Alcott, eine Feministin und Abolitionistin, die Zeit ihres Lebens unverheiratet blieb, wuchs auf im intellektuellen Milieu des amerikanischen Transzendentalismus. Wie Jo schrieb sie in jungen Jahren unter einem Pseudonym Groschenromane, um ihre in finanzielle Schwierigkeiten geratene Familie zu unterstützen. An "Little Women" arbeitete Alcott nach eigener Auskunft ohne rechte Freude an der Sache vor allem deshalb, um damit Geld zu verdienen; vielleicht verhandelt der Roman auch darum so hellsichtig gesellschaftliche Zwänge und ihre ökonomischen Grundlagen. Gerwigs smartes Drehbuch wandelt auf Alcotts Spuren, auf dem Grat zwischen Auto- und Fiktion. Das historische Setting ist detailreich nachgebildet und in seiner Sittlichkeit dem neunzehnten Jahrhundert zugehörig, aber die Fragen, die Jo und ihre Schwestern stellen, sind von unverminderter Modernität. Dass die Mehrheit der Männer in diesem Film ahistorisch woke sind und ziemlich traumhaft obendrein, ändert nichts an der Problemlage, macht sie vielleicht sogar noch schlimmer. Bessere Argumente für die Paarform als die willigen Bachelors Timothée Chalamet und Louis Garrel müssen einem erst einmal einfallen, aber Jo/Alcott schlägt sie beide aus zugunsten ihrer Passion fürs Schreiben, der wir das Buch verdanken, das Gerwig nacherzählt.

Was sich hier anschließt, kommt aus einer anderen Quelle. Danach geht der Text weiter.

def run_fingerprint(run: Run) -> dict[str, Any]:
    """What identifies a run as an analysis sees it (files, time axis, masses, window, metadata, energies).

    Raises _Uncacheable for a run without files.
    """
    if not run.paths:
        raise _Uncacheable("a run without files")
    frames = run.frames
    window = None
    if frames is not None:
        window = [int(getattr(frames, "offset", 0)), int(frames.n_frames)]
    meta = dataclasses.asdict(run.metadata)
    return {"inputs": [file_identity(p) for p in run.paths],
            "time_sha": _digest(np.asarray(run.time_ps, dtype=np.float64)),
            "masses_sha": _digest(np.asarray(run.masses_amu, dtype=np.float64)),
            "n_atoms": run.n_atoms, "n_frames": run.n_frames, "frame_window": window,
            "has_frames": frames is not None,
            "has_velocities": None if frames is None else bool(frames.has_velocities),
            "velocities_estimated": None if frames is None else bool(frames.velocities_estimated),
            "metadata": _canon(meta), "energies": _energies_fingerprint(run)}


def analysis_key(run: Run, analysis: str, settings: Mapping[str, Any], *,
                 extra_paths: Iterable[str | Path] = ()) -> str:
    """The cache key of ``analysis`` with ``settings`` on ``run`` (see the module docstring).

    Raises _Uncacheable when the run has no files or a setting has no stable form.
    """
    fp = run_fingerprint(run)
    extra = [file_identity(p) for p in extra_paths]
    full = {"format": _FORMAT, "codec": resultcodec.CODEC_VERSION, "code": code_fingerprint(),
            "settings": _canon(dict(settings)), "run": {k: v for k, v in fp.items() if k != "inputs"},
            "extra_inputs": extra}
    return make_key(list(run.paths), analysis, full)


def _hit(entry: CacheEntry, analysis: str) -> tuple[bool, Any]:
    if entry.meta.get("analysis") != analysis or entry.meta.get("format") != _FORMAT:
        return False, None
    try:
        return True, resultcodec.from_entry(entry.arrays)
    except resultcodec.Undecodable:
        return False, None


def store(cache: ResultCache, key: str, analysis: str, result: Any) -> bool:
    """Put ``result`` under ``key``; False when it cannot be encoded or the cache cannot be written."""
    try:
        arrays = resultcodec.to_entry(result)
    except resultcodec.Unencodable:
        return False
    try:
        cache.put(key, arrays, {"analysis": analysis, "format": _FORMAT})
    except (OSError, OutputError) as exc:  # an unwritable cache only costs the next request a recomputation
        skipped(cache, exc)
        return False
    except (ValueError, TypeError):
        return False
    return True


def lookup(cache: ResultCache, key: str, analysis: str) -> tuple[bool, Any]:
    """``(True, result)`` for a usable entry, else ``(False, None)`` (missing, stale, unreadable)."""
    try:
        entry = cache.get(key)
    except (OSError, ValueError):  # an unreadable folder: a miss (CacheFolderError goes up: not our folder)
        return False, None
    if entry is None:
        return False, None
    return _hit(entry, analysis)
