def test_result_cache_can_be_turned_off_and_cleared_from_the_menu(qtbot, tmp_path, monkeypatch):
    """Analysis > Use the result cache is remembered in the settings and switches the panels' cache off;
    Analysis > Clear the result cache empties the cache folder (the input files are untouched)."""
    from phasewake.app.window import analyses
    from phasewake.core.store.cache import ResultCache

    monkeypatch.setenv("PHASEWAKE_CACHE_DIR", str(tmp_path / "cache"))
    monkeypatch.setattr(analyses, "USE_CACHE", True)
    ResultCache().put("a" * 32, {"x": np.zeros(3)}, {"analysis": "audit"})
    w = _window(qtbot, tmp_path)
    assert w.act_use_cache.isChecked() and analyses.USE_CACHE
    assert analyses.window_cache().enabled
    w.act_use_cache.trigger()  # off
    assert not analyses.USE_CACHE and not analyses.window_cache().enabled
    assert str(w.settings.value("use_result_cache")).lower() in ("false", "0")
    w2 = _window(qtbot, tmp_path)  # a new window with the same settings starts with the cache off
    assert not w2.act_use_cache.isChecked()
    w2.clear_cache()
    assert ResultCache().info().entries == 0 and "Removed 1 stored result" in w2.status_label.text()


def test_worker_processes_are_a_remembered_window_setting(qtbot, tmp_path, monkeypatch):
    """Analysis > Worker processes sets how many processes decode frames (as --workers does on the command
    line), is remembered, and 0 goes back to the automatic choice."""
    from PySide6 import QtWidgets

    from phasewake.core.model import parallel

    monkeypatch.setattr(parallel, "_workers", None)
    monkeypatch.setattr(QtWidgets.QInputDialog, "getInt", staticmethod(lambda *a, **k: (2, True)))
    w = _window(qtbot, tmp_path)
    w.ask_frame_workers()
    assert parallel._workers == 2 and int(w.settings.value("frame_workers")) == 2
    assert "2 worker processes" in w.status_label.text()
    parallel.set_workers(None)
    _window(qtbot, tmp_path)  # a new window with the same settings applies the remembered number
    assert parallel._workers == 2
    w.set_frame_workers(0)
    assert parallel._workers is None and int(w.settings.value("frame_workers")) == 0


@pytest.mark.slow
def test_opening_a_run_reads_the_frames_once_for_audit_coordinate_and_pca(qtbot, tmp_path, monkeypatch,
                                                                          h5md_reads):
    """With the result cache on, the window reads the frames once for the audit, the coordinate and the
    principal components (then the PCA's projections) before the panels start, and those panels find their
    results in the cache: fewer reads than with the cache off, and the same numbers on screen."""
    import shutil

    from phasewake.app.window import analyses

    reads = h5md_reads
    monkeypatch.setenv("PHASEWAKE_CACHE_DIR", str(tmp_path / "cache"))
    path = tmp_path / SAMPLE.name
    shutil.copyfile(SAMPLE, path)

    def open_once(use_cache: bool):
        folder = tmp_path / ("on" if use_cache else "off")
        settings = QtCore.QSettings(str(folder / "settings.ini"), QtCore.QSettings.Format.IniFormat)
        settings.setValue("use_result_cache", use_cache)  # the window takes Use the result cache from here
        settings.sync()
        analyses._CACHE.clear()  # the in-memory coordinate cache
        reads["n"] = 0
        w = _window(qtbot, folder)
        assert analyses.USE_CACHE is use_cache
        w.open_paths([str(path)])
        assert w.wait_idle(90_000) and not w.messages, w.messages
        shown = {name: [(v.kind, v.level, v.measured) for v in (p.result.verdicts if p.result else ())]
                 for name, p in w.panels.items()}
        w.close()
        return reads["n"], shown

    (tmp_path / "on").mkdir()
    (tmp_path / "off").mkdir()
    n_off, shown_off = open_once(False)
    n_on, shown_on = open_once(True)
    assert n_on < n_off, (n_on, n_off)
    assert shown_on == shown_off
    monkeypatch.setattr(analyses, "USE_CACHE", True)  # leave the module as the other tests expect it


def test_crossings_panel_shows_the_rates_the_command_line_prints(win, capsys):
    """The rates with their intervals, kappa and the TST rates are on screen, from the same crossings result
    (same coordinate, states and surface) the ``crossings`` verb prints."""
    import re

    from phasewake.app.cli import main

    w = win
    panel = w.panels["Crossings"]
    res = panel.result.info["crossings"]
    text = panel.rates_text()
    for needle in ("k(A→B)", "k(B→A)", "95% interval", "κ, transmission coefficient", "k_TST(A→B)", "k/k_TST"):
        assert needle in text, (needle, text)
    assert panel.lower.tabText(0) == "Rates and checks" and panel.notes.parent() is not None
    cs = res.settings
    capsys.readouterr()
    path = w.model.current.paths[0]
    # exit 1 when a verdict says caution or problem (the verb's convention), 0 otherwise: both print the rates
    assert main(["crossings", path, "--coordinate", w.model.coordinate, "--states", f"{cs.a_hi!r},{cs.b_lo!r}",
                 "--surface", repr(cs.surface)]) in (0, 1)
    out = capsys.readouterr().out
    for direction, rate in (("A->B", res.rate_ab), ("B->A", res.rate_ba)):
        printed = float(re.search(rf"k\({direction}\) = ([0-9.eE+-]+)", out).group(1))
        assert printed == pytest.approx(rate.rate_per_ps, rel=1e-3), (direction, printed, rate.rate_per_ps)
        shown = re.search(rf"k\({direction.replace('->', '→')}\)\s*([0-9.eE+-]+) ps⁻¹", text).group(1)
        assert float(shown) == pytest.approx(printed, rel=5e-3)
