@pytest.mark.slow  # measured 0.6 s of CPU
def test_audit_langevin_traps_conserved_quantity_and_canonical_checks():
    from phasewake.core.analyses.audit import audit_run

    run = _trap_run(gamma=5.0, n_atoms=100, n_steps=20000, every=10, w=60.0, seed=1)
    res = drive(audit_run(run))
    assert "bath heat" in res.energy.series_label
    by_kind = {v.kind: v for v in res.verdicts}
    # BAOAB with heat bookkeeping: total + heat removed is conserved up to integration error
    assert res.energy.expected_conserved and by_kind["energy.drift"].level == "ok"
    # canonical: K ~ Gamma(N_dof/2, kT) and speeds ~ Maxwell (scipy.stats), N_com = 0 for Langevin
    assert res.temperature.n_com_removed == 0
    assert res.temperature.kinetic_distribution is not None
    assert res.temperature.kinetic_distribution.p_value > 0.001
    assert res.temperature.maxwell and res.temperature.maxwell[0].p_value > 0.001
    assert res.temperature.mean_K == pytest.approx(300.0, abs=4 * res.temperature.error_K + 1.0)


def test_audit_without_energies_or_velocities_is_an_error():
    from phasewake.core.analyses.audit import audit_run
    from phasewake.core.readers.memory import run_from_arrays

    run = run_from_arrays(np.zeros((1, 2, 3)), np.arange(1.0), np.ones(2))
    # was: MissingDataError "nothing to audit". One frame, no velocities, no energies: the run was read, so
    # the audit says that nothing could be checked (the command exits 1 and says so) instead of refusing
    res = drive(audit_run(run))
    assert not res.checked and res.overall == "not checked"
    assert any("Nothing to audit" in n for n in res.notes)
    t = np.arange(5.0)
    table = EnergyTable(time_ps=t, series={"total": Series("total", np.ones(5), "kJ/mol", "total")})
    run2 = run_from_arrays(np.zeros((5, 2, 3)), t, np.ones(2), energies=table)
    with pytest.raises(MissingDataError, match="velocities are missing"):
        drive(audit_run(run2, require_temperature=True))


def test_windowed_g_for_long_series_matches_ar1():
    # Long series are estimated on evenly spaced stretches; AR(1) phi = 0.5: g = 3 (REFERENCES.md §3.7),
    # +-7 % at 1e5 samples (REFERENCES.md §3.2 tolerance).
    rng = np.random.default_rng(8)
    x = _ar1(rng, 1, 1 << 18, 0.5)[0]
    g, method = en.statistical_inefficiency_of(x, window_above=1 << 16, n_windows=4, window=1 << 15)
    assert "stretches" in method
    assert g == pytest.approx(3.0, rel=0.07)
    # a slowly correlated series (g ~ 2000 > window / 50) falls back to the whole series
    y = _ar1(rng, 1, 1 << 18, 0.999)[0]
    _, method_y = en.statistical_inefficiency_of(y, window_above=1 << 16, n_windows=4, window=1 << 15)
    assert "stretches" not in method_y
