def _axis(g: h5py.Group, n: int, *, path: Path, name: str) -> _Axis:
    """Step and time arrays of element ``g`` with ``n`` samples (array or scalar with offset)."""
    import h5py

    if "value" in g and isinstance(g["value"], h5py.Dataset):
        _check_claimed_rows(g["value"], path=path, name=f"{name}/value")

    def values(key: str) -> np.ndarray | None:
        if key not in g:
            return None
        ds = g[key]
        if ds.shape == ():  # H5MD 1.1: scalar increment, s(i) = i*step + offset
            inc = ds[()]
            off = ds.attrs.get("offset", 0)
            return np.arange(n) * inc + off
        arr = ds[()]
        if arr.shape[0] != n:
            raise CorruptFileError(f"{name}/{key} has {arr.shape[0]} entries for {n} samples", path=path)
        return arr

    step = values("step")
    time = values("time")
    if time is not None:
        unit = g["time"].attrs.get("unit")
        if unit is None:
            unit = _assumed("time", f"{name}/time")
        if unit is None:
            raise UnitError(f"{name}/time has no unit attribute (state it or add unit=\"ps\")", path=path)
        try:
            time = np.asarray(time, dtype=np.float64) * parse_unit(decode(unit), expect="time").factor
        except UnitError as exc:
            raise UnitError(f"{name}/time: {exc.problem}", path=path) from exc
    if step is None:
        if time is None:
            raise CorruptFileError(f"{name} has neither step nor time", path=path)
        step = np.arange(n)
    step_f = np.asarray(step, dtype=np.float64)
    if not np.all(np.isfinite(step_f)) or np.any(np.abs(step_f) > 2.0**62):
        raise CorruptFileError(f"{name}/step holds values that are not step numbers (NaN, inf or huge)", path=path)
    if time is not None and not np.all(np.isfinite(time)):
        raise CorruptFileError(f"{name}/time holds NaN or infinite values", path=path)
    return _Axis(step_f.astype(np.int64), time)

Nach dem Erfolg von "Little Women" schrieb Alcott einfach weiter, erst "Good Wives" (den Titel oktroyierte der Verleger), dann "Little Men" und schließlich "Jo's Boys". Das Ende des Films spaltet die Protagonistin in zwei: Die eine Jo heiratet und gründet eine Schule in Concord, die andere bleibt allein und hält in der letzten Einstellung stolz den gebundenen Roman in Händen, der alles andere, auch die andere Jo, enthält. Sie lächelt, runzelt die Stirn, lächelt wieder: eine finale Ausdrucksbewegung, in der Verlust und Triumph ganz nah beieinander liegen.

Nikolaus Perneczky

Little Women - USA 2019 - Regie: Greta Gerwig - Darsteller: Saoirse Ronan, Emma Watson, Florence Pugh, Eliza Scanlen, Laura Dern, Timothée Chalamet, Louis Garrell - Laufzeit: 135 Minuten.